# Skinny Snowboard pants



## Fitzy (Feb 6, 2009)

hey im a small guy 5' 4" and looking for skinny snowboard pants instead of super baggy pants which make me look like i dont have legs. Any suggestions?


----------



## linvillegorge (Jul 6, 2009)

Just make sure they are ultra low rise and you wear your studded belt


----------



## hanzosteel (Oct 7, 2009)

how slim do you want 'em? i just got a pair of special blend d.b. pants. pretty damn skinny. like wearing jeans while riding.


----------



## sizzle (Aug 27, 2008)

Holden Outerwear 2009 - 2010


----------



## jaaxnikols (Nov 17, 2009)

*.*

686 Krew Pants:

686 KR3W K Slim - Snowboard Ski Pants Reviews & Sale | SierraSnowboard.com

or check out some Holden pants, they have good materials, and most are slim fit.


----------



## Milo303 (Apr 6, 2009)

Would probably be more comfy with the no leg look...


----------



## Leo (Nov 24, 2009)

That low rise comment made my day lol. 

Burton Shaun white collection are more fitted. Vans has some nice ones too. Their Lydon fits are slimmer than usual.


----------



## MunkySpunk (Jan 7, 2009)

Fitzy said:


> hey im a small guy 5' 4" and looking for skinny snowboard pants instead of super baggy pants which make me look like i dont have legs. Any suggestions?


I know of a great black hair dye. :laugh:


----------



## legallyillegal (Oct 6, 2008)

linvillegorge said:


> Just make sure they are ultra low rise and you wear your studded belt


and make sure to use string instead of a belt, and wear your belt over your pants but loose enough to hang down


----------



## bakesale (Nov 28, 2008)

my favourite slim snowboarding pants are the Holden ones and the Airblaster "my Sisters Pants"


----------



## SPAZ (May 2, 2009)

ski pants are slim, the problem with them is that they are designed for skiing not snowboarding so there isnt as much room in the thiegh for turning as you would like...


----------



## legallyillegal (Oct 6, 2008)

SnowboardSpaz said:


> ski pants are slim, the problem with them is that they are designed for skiing not snowboarding so there isnt as much room in the thiegh for turning as you would like...

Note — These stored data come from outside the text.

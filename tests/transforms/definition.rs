//! The fast transforms against the slow definition.

use endgrain::basis::direct::Definition;
use endgrain::ends::Ends;

use crate::{distance, forward, inverse, noise, norm, turned};

/// Every transform is at most three Fourier transforms deep (a prime length takes two of about twice its size), each
/// with an error of about eps log2(n) of the norm in the mean; the definition itself adds a few eps.
fn tolerance(len: usize) -> f64 {
    4.0 * f64::EPSILON * (2.0 + (len as f64).log2())
}

#[test]
fn every_short_length_and_some_primes() {
    for ends in Ends::all() {
        for len in (1..=64).chain([97, 127, 1009]) {
            let x = noise(len, len as u64);
            let basis = Definition::new(ends, len);
            // Samples on an even mirror come back with the square root of 2: at most sqrt(2) of the norm.
            let bound = 2_f64.sqrt() * tolerance(len) * norm(&x);
            let error = distance(&forward(ends, &x), &basis.forward(&x));
            assert!(error < bound, "{ends:?} {len}: forward {error:e}, bound {bound:e}");
            let error = distance(&inverse(ends, &x), &basis.inverse(&x));
            assert!(error < bound, "{ends:?} {len}: inverse {error:e}, bound {bound:e}");
            let error = distance(&turned(ends, &x), &basis.inverse_turned(&x));
            assert!(error < bound, "{ends:?} {len}: turned {error:e}, bound {bound:e}");
        }
    }
}

#[test]
fn long_records_at_some_coefficients() {
    // A short one, then smooth, odd, with a factor above 13 on one and on both sides of the grid, with a large prime
    // factor, prime.
    let few = [8192, 10_125, 81 * 127, 19 * 23 * 25, 2 * 20_011].map(|len| (len, 32));
    for (len, count) in [(4096, 256), (65_537, 256)].into_iter().chain(few) {
        let x = noise(len, 7);
        for ends in Ends::all() {
            let c = forward(ends, &x);
            let basis = Definition::new(ends, len);
            for i in 0..count {
                let k = i * (len - 1) / (count - 1);
                let error = (c[k] - basis.coefficient(&x, k)).abs();
                // The error is spread over all coefficients: one holds 1/sqrt(len) of the norm, 5 deviations.
                let bound = 5.0 * tolerance(len) * norm(&x) / (len as f64).sqrt();
                assert!(error < bound, "{ends:?} {len} {k}: {error:e}, bound {bound:e}");
            }
            let error = distance(&inverse(ends, &c), &x);
            assert!(error < 2.0 * 2_f64.sqrt() * tolerance(len) * norm(&x), "{ends:?} {len}: back {error:e}");
        }
    }
}
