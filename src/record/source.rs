//! Where a record came from and how its file is laid out, so that results go back in the same form.

use std::path::PathBuf;
use std::sync::Arc;

use serde::{Deserialize, Serialize};

/// A file format that is read and written.
#[derive(Debug, Clone, Copy, PartialEq, Eq, Serialize, Deserialize)]
#[serde(rename_all = "snake_case")]
pub enum Format {
    /// Delimited text.
    Csv,
    /// RIFF WAVE.
    Wav,
}

/// What was read.
#[derive(Debug, Clone)]
pub struct Source {
    /// The path as the user gave it, `-` for standard input.
    pub path: String,
    /// SHA-256 of the bytes as stored, lower-case hex.
    pub sha256: String,
    /// Bytes as stored.
    pub bytes: u64,
    /// Format.
    pub format: Format,
}

/// How the file was laid out.
#[derive(Debug, Clone)]
pub enum Layout {
    /// Delimited text.
    Table(TableLayout),
    /// RIFF WAVE.
    Wave(WaveLayout),
}

/// The layout of a delimited text file: enough to write it back with untouched fields kept byte for byte.
#[derive(Debug, Clone)]
pub struct TableLayout {
    /// The text again, to copy untouched fields from.
    pub text: TextSource,
    /// Field separator; blank stands for runs of blanks.
    pub delimiter: u8,
    /// Decimal mark, `.` or `,`.
    pub decimal: u8,
    /// Text that precedes the data block, as decoded UTF-8 (preamble, header, units row), complete lines with their ends.
    pub head: String,
    /// Line of `head` (from 0) that holds the column names, where there is one.
    pub header_line: Option<usize>,
    /// Line of `head` (from 0) that holds the units, where they stand on a row of their own.
    pub units_line: Option<usize>,
    /// Byte offset in the decoded text at which the data block starts.
    pub data_start: u64,
    /// Line number (from 1) of the first data row.
    pub data_line: u64,
    /// Role of each column of the data block.
    pub columns: Vec<ColumnRole>,
    /// Line end of the data block: `\n`, `\r\n` or `\r`.
    pub newline: &'static str,
}

/// What a column of a table is.
#[derive(Debug, Clone, Copy, PartialEq, Eq)]
pub enum ColumnRole {
    /// The time or position column.
    Stamps,
    /// Channel of that index in the raw record.
    Channel(usize),
    /// Copied through: text, or a channel that was not asked for.
    Untouched,
}

/// Where the text of a table can be read again.
#[derive(Debug, Clone)]
pub enum TextSource {
    /// From the file; its fingerprint must still agree.
    File(PathBuf),
    /// From memory, as decoded UTF-8 (standard input, small files).
    Held(Arc<[u8]>),
}

/// The layout of a WAV file.
#[derive(Debug, Clone)]
pub struct WaveLayout {
    /// Sampling rate in Hz, as the header's integer.
    pub rate_hz: u32,
    /// How samples are stored.
    pub sample_type: SampleType,
    /// Number of channels in the file.
    pub channels: usize,
}

/// How one sample is stored.
#[derive(Debug, Clone, Copy, PartialEq, Eq, Serialize)]
#[serde(rename_all = "snake_case")]
pub enum SampleType {
    /// Integers of that many valid bits.
    Integer(u16),
    /// IEEE floats of 32 or 64 bits.
    Float(u16),
}
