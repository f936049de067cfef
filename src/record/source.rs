//! Where a record came from and how its file is laid out, so that results go back in the same form.

use std::path::PathBuf;
use std::sync::Arc;

use serde::{Deserialize, Serialize};

use super::RowLines;

/// A file format that is read and written.
#[derive(Debug, Clone, Copy, PartialEq, Eq, Serialize, Deserialize)]
#[serde(rename_all = "snake_case")]
pub enum Format {
    /// Delimited text.
    Csv,
    /// RIFF WAVE.
    Wav,
}

/// What was read.
#[derive(Debug, Clone)]
pub struct Source {
    /// The path as the user gave it, `-` for standard input.
    pub path: String,
    /// SHA-256 of the bytes as stored, lower-case hex.
    pub sha256: String,
    /// Bytes as stored.
    pub bytes: u64,
    /// Format.
    pub format: Format,
}

/// How the file was laid out.
#[derive(Debug, Clone)]
pub enum Layout {
    /// Delimited text.
    Table(TableLayout),
    /// RIFF WAVE.
    Wave(WaveLayout),
}

/// The layout of a delimited text file: enough to write it back with untouched fields kept byte for byte.
///
/// Offsets and `head` count in the decoded text: UTF-8 without a byte order mark.
#[derive(Debug, Clone)]
pub struct TableLayout {
    /// The text again, to copy untouched fields from.
    pub text: TextSource,
    /// How the text is stored.
    pub encoding: Encoding,
    /// Field separator; blank stands for runs of blanks and tabs.
    pub delimiter: u8,
    /// Decimal mark, `.` or `,`.
    pub decimal: u8,
    /// Mark between groups of three digits, where one was declared.
    pub thousands: Option<u8>,
    /// Text that precedes the data block (preamble, header, units row): complete lines with their ends.
    pub head: String,
    /// Line of `head` (from 0) that holds the column names, where there is one; `None` too where quoted names hold line
    /// ends.
    pub header_line: Option<usize>,
    /// Line of `head` (from 0) that holds the units, where they stand on a row of their own.
    pub units_line: Option<usize>,
    /// Byte offset at which the data block starts: the length of `head`.
    pub data_start: u64,
    /// Line number (from 1) of the first data row.
    pub data_line: u64,
    /// Role of each field of a data row, in order; a field that is always empty after a trailing delimiter counts.
    pub columns: Vec<ColumnRole>,
    /// Line of each sample. Other lines of the data block (blank, dropped, footer) hold no sample.
    pub lines: RowLines,
    /// Line end of the data block: `\n`, `\r\n` or `\r`.
    pub newline: &'static str,
}

impl TableLayout {
    /// Field (from 0) of the data rows that holds channel `channel` of the raw record.
    pub fn field_of(&self, channel: usize) -> Option<usize> {
        self.columns.iter().position(|role| *role == ColumnRole::Channel(channel))
    }
}

/// How text is stored.
#[derive(Debug, Clone, Copy, PartialEq, Eq, Serialize, Deserialize)]
#[serde(rename_all = "snake_case")]
pub enum Encoding {
    /// UTF-8 without a byte order mark; plain ASCII too.
    Utf8,
    /// UTF-8 with a byte order mark.
    Utf8Marked,
    /// UTF-16, low byte first.
    Utf16Le,
    /// UTF-16, high byte first.
    Utf16Be,
    /// Windows-1252, which includes Latin-1.
    Windows1252,
}

impl Encoding {
    /// Where decoded text holds what the encoding cannot: bytes that are no UTF-8, or the mark that stands for halves of
    /// characters in UTF-16.
    pub(crate) fn odd_byte(self, text: &[u8]) -> Option<usize> {
        match self {
            Encoding::Utf8 | Encoding::Utf8Marked => std::str::from_utf8(text).err().map(|error| error.valid_up_to()),
            Encoding::Utf16Le | Encoding::Utf16Be => memchr::memmem::find(text, "\u{fffd}".as_bytes()),
            Encoding::Windows1252 => None,
        }
    }
}

/// What a column of a table is.
#[derive(Debug, Clone, Copy, PartialEq, Eq)]
pub enum ColumnRole {
    /// The time or position column.
    Stamps,
    /// The dates of the stamps, whose clock times stand in the column of stamps.
    Dates,
    /// Channel of that index in the raw record.
    Channel(usize),
    /// Copied through: text, or a channel that was not asked for.
    Untouched,
}

/// Where the text of a table can be read again.
#[derive(Debug, Clone)]
pub enum TextSource {
    /// From the file; its fingerprint must still agree.
    File(PathBuf),
    /// From memory, as decoded UTF-8 (standard input, small files).
    Held(Arc<Vec<u8>>),
}

/// The layout of a WAV file.
#[derive(Debug, Clone)]
pub struct WaveLayout {
    /// Sampling rate in Hz, as the header's integer.
    pub rate_hz: u32,
    /// How samples are stored.
    pub sample_type: SampleType,
    /// Number of channels in the file.
    pub channels: usize,
}

/// How one sample is stored.
#[derive(Debug, Clone, Copy, PartialEq, Eq, Serialize)]
#[serde(rename_all = "snake_case")]
pub enum SampleType {
    /// Integers of that many valid bits.
    Integer(u16),
    /// IEEE floats of 32 or 64 bits.
    Float(u16),
}
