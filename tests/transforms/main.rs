//! The transforms against published values, against their definition and against the properties they must have.

mod closed_forms;
mod decay;
mod definition;
mod extension;
mod properties;
mod series;
mod worked;

use endgrain::basis::{Plan, amplitude};
use endgrain::ends::{Ends, Seat};

const EVEN_WHOLE: Ends = Ends::EVEN.seated(Seat::Whole);
const ODD_WHOLE: Ends = Ends::ODD.seated(Seat::Whole);
const EVEN_ODD_WHOLE: Ends = Ends::EVEN_ODD.seated(Seat::Whole);
const ODD_EVEN_WHOLE: Ends = Ends::ODD_EVEN.seated(Seat::Whole);

fn forward(ends: Ends, x: &[f64]) -> Vec<f64> {
    run(ends, x, Plan::forward)
}

fn inverse(ends: Ends, c: &[f64]) -> Vec<f64> {
    run(ends, c, Plan::inverse)
}

fn turned(ends: Ends, c: &[f64]) -> Vec<f64> {
    run(ends, c, Plan::inverse_turned)
}

/// Lends scratch full of NaN: a result that depends on its contents is NaN as well.
fn run(ends: Ends, input: &[f64], transform: impl Fn(&Plan, &mut [f64], &mut [f64])) -> Vec<f64> {
    let plan = Plan::new(ends, input.len()).unwrap();
    let mut output = input.to_vec();
    transform(&plan, &mut output, &mut vec![f64::NAN; plan.scratch_len()]);
    output
}

/// Twice the plain sum, without the orthonormal factor: the convention of the FFTW manual, section 4.8, and of SciPy.
fn unnormalised(ends: Ends, x: &[f64]) -> Vec<f64> {
    forward(ends, x).iter().enumerate().map(|(k, c)| 2.0 * c / amplitude(ends, x.len(), k)).collect()
}

fn norm(x: &[f64]) -> f64 {
    x.iter().map(|v| v * v).sum::<f64>().sqrt()
}

fn distance(x: &[f64], y: &[f64]) -> f64 {
    assert_eq!(x.len(), y.len());
    x.iter().zip(y).map(|(a, b)| (a - b) * (a - b)).sum::<f64>().sqrt()
}

fn assert_close(found: &[f64], expected: &[f64], tolerance: f64, what: &str) {
    assert_eq!(found.len(), expected.len(), "{what}");
    for (i, (f, e)) in found.iter().zip(expected).enumerate() {
        assert!((f - e).abs() <= tolerance, "{what} [{i}]: {f} is not {e} within {tolerance:e}");
    }
}

/// Deterministic numbers between -1 and 1 (Marsaglia 2003, Xorshift RNGs, J. Statistical Software 8(14), triple 13, 7, 17).
fn noise(len: usize, seed: u64) -> Vec<f64> {
    let mut state = seed.wrapping_mul(0x9E37_79B9_7F4A_7C15) | 1;
    let mut next = || {
        state ^= state << 13;
        state ^= state >> 7;
        state ^= state << 17;
        state as f64 / u64::MAX as f64 * 2.0 - 1.0
    };
    (0..len).map(|_| next()).collect()
}
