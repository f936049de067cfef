//! What a reader found, before any check of spacing or finiteness: the audit sees this, nothing below does.

use crate::error::Finding;
use crate::place::Place;
use crate::record::{Layout, Source};
use crate::unit::Unit;

/// A file as read. Channels may hold missing values; stamps may be anything.
#[derive(Debug, Clone)]
pub struct RawRecord {
    /// What was read: name, fingerprint, format.
    pub source: Source,
    /// Numeric channels in file order, without the time column.
    pub channels: Vec<RawChannel>,
    /// The time or position column, where there is one.
    pub stamps: Option<Stamps>,
    /// A sampling rate that the header or the user states.
    pub stated_rate: Option<StatedRate>,
    /// `key = value` lines of the preamble, in file order.
    pub metadata: Vec<(String, String)>,
    /// Remarks of the reader.
    pub findings: Vec<Finding>,
    /// How to write the record back in its own form.
    pub layout: Layout,
}

impl RawRecord {
    /// Everything but the numbers, which are large: source, names, units, metadata, layout, and what the stamps are.
    #[must_use]
    pub fn outline(&self) -> RawRecord {
        let channels = self.channels.iter().map(|channel| RawChannel {
            name: channel.name.clone(),
            unit: channel.unit.clone(),
            values: Vec::new(),
            missing: Vec::new(),
            missing_spelling: None,
            full_scale: channel.full_scale,
        });
        let stamps = self.stamps.as_ref().map(|stamps| Stamps {
            name: stamps.name.clone(),
            unit: stamps.unit.clone(),
            ticks: Vec::new(),
            civil: stamps.civil.clone(),
            ..*stamps
        });
        RawRecord {
            source: self.source.clone(),
            channels: channels.collect(),
            stamps,
            stated_rate: self.stated_rate.clone(),
            metadata: self.metadata.clone(),
            findings: Vec::new(),
            layout: self.layout.clone(),
        }
    }

    /// Where sample `row` (from 0) of channel `channel` stands: file, line and column of a text file, channel, sample.
    pub fn place(&self, channel: usize, row: usize) -> Place {
        let name = self.channels.get(channel).map(|channel| channel.name.clone());
        let field = match &self.layout {
            Layout::Table(table) => table.field_of(channel).map(|field| field as u64 + 1),
            Layout::Wave(_) => None,
        };
        Place { column: field, channel: name, sample: Some(row as u64), ..self.row_place(row) }
    }

    /// Where row `row` (from 0) stands: file, and line of a text file.
    pub fn row_place(&self, row: usize) -> Place {
        let line = match &self.layout {
            Layout::Table(table) => table.lines.line(row as u64),
            Layout::Wave(_) => None,
        };
        Place { line, ..Place::file(&self.source.path) }
    }
}

/// One channel as read.
#[derive(Debug, Clone)]
pub struct RawChannel {
    /// Name, unique in the record.
    pub name: String,
    /// Unit, as the header spells it.
    pub unit: Unit,
    /// Values; NaN where the file has none (listed in `missing`).
    pub values: Vec<f64>,
    /// Sample indices without a value, ascending, with the spelling found at the first of them.
    pub missing: Vec<usize>,
    /// The spelling of the first missing value, such as `NA`.
    pub missing_spelling: Option<String>,
    /// Digital full scale where the format has one (integer WAV): the largest magnitude a sample can take.
    pub full_scale: Option<f64>,
}

/// A column of stamps: integer ticks of a stated size, so that an epoch in nanoseconds loses nothing.
///
/// `ticks` has one entry a row and starts with 0. Nothing else holds: stamps may repeat, go back or leave gaps. A clock
/// that restarts at midnight has already been unwrapped, with a remark.
#[derive(Debug, Clone)]
pub struct Stamps {
    /// Name of the column.
    pub name: String,
    /// Unit of one `tick`: time or length.
    pub unit: Unit,
    /// Size of one integer tick in `unit`: a power of ten for decimal text, a binary fraction for `float_ticks`.
    pub tick: f64,
    /// Ticks since `first`.
    pub ticks: Vec<i64>,
    /// The first stamp, in `unit`, as exactly as f64 allows: seconds since 1970 for dates, since midnight for clock times.
    pub first: f64,
    /// Print resolution in `unit`: the step of the last printed digit at the largest stamp.
    pub resolution: f64,
    /// Civil time of the first stamp where the column holds dates or an epoch (RFC 3339, in UTC; without `Z` where the
    /// file tells no offset); `None` where day and month are ambiguous.
    pub civil: Option<String>,
    /// Line of the first row. Other rows: `RawRecord::row_place`, since blank lines and dropped rows make gaps.
    pub first_line: u64,
}

/// A rate that was stated rather than measured.
#[derive(Debug, Clone, PartialEq)]
pub struct StatedRate {
    /// Samples per second, or per metre for a length axis.
    pub rate_base: f64,
    /// Axis unit: `s` or a unit of length.
    pub unit: Unit,
    /// True when the user gave it on the command line: it then wins over the stamps.
    pub given: bool,
    /// What says so, for messages: `header key "rate"`, `--rate`.
    pub origin: String,
}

yeah this shit is sooooooooooooooo fucking slim


----------



## SPAZ (May 2, 2009)

legallyillegal said:


> yeah this shit is sooooooooooooooo fucking slim


dude, i'm not going to even open that link. i don't want to know...


----------



## bakesale (Nov 28, 2008)

SnowboardSpaz said:


> dude, i'm not going to even open that link. i don't want to know...


highlight the link before you open it. It's just a ski outerwear company. Shit looks weak too, but I bet it would match perfectly with some freeskiiers fucking retarded tall tees.


----------



## legallyillegal (Oct 6, 2008)

bakesale said:


> highlight the link before you open it. It's just a ski outerwear company. Shit looks weak too, but I bet it would match perfectly with some freeskiiers fucking retarded tall tees.


haha saga's actually legit

so yeah, made for tall-t

just like baggy snowboard outerwear?!?!?!?!?!?!?!


----------



## Nivek (Jan 24, 2008)

The Thirty Two Cappa Slims are nice. 20k pant for $145. My second would be any of the holdens. The Holden Standard skinnys are really slim. Like skinny jean slim.


----------



## AirConditioning (Oct 5, 2009)

Some people here have serious stereotype issues (which translates literally in english to 'self-esteem problems') when it comes to clothing preference, but I do agree that after a few days you'll realize why everyone rides with their pants' crotch down at their knees. I personally always buy a size bigger than I do with any other clothing for snow pants and jackets.


----------



## Leo (Nov 24, 2009)

Personally, I never understood the whole "let's show my boxers off to the world" thing. Snowboarding or in real life. It's funny to me to see people make fun of low rise jeans, yet they sag their pants effectively making them low-rise lol. Don't get me wrong, I don't really care about it. I just prefer not to sag. I do like my snowboard pants baggy though. I don't want to imagine how hard it would be to squat in slim pants.


----------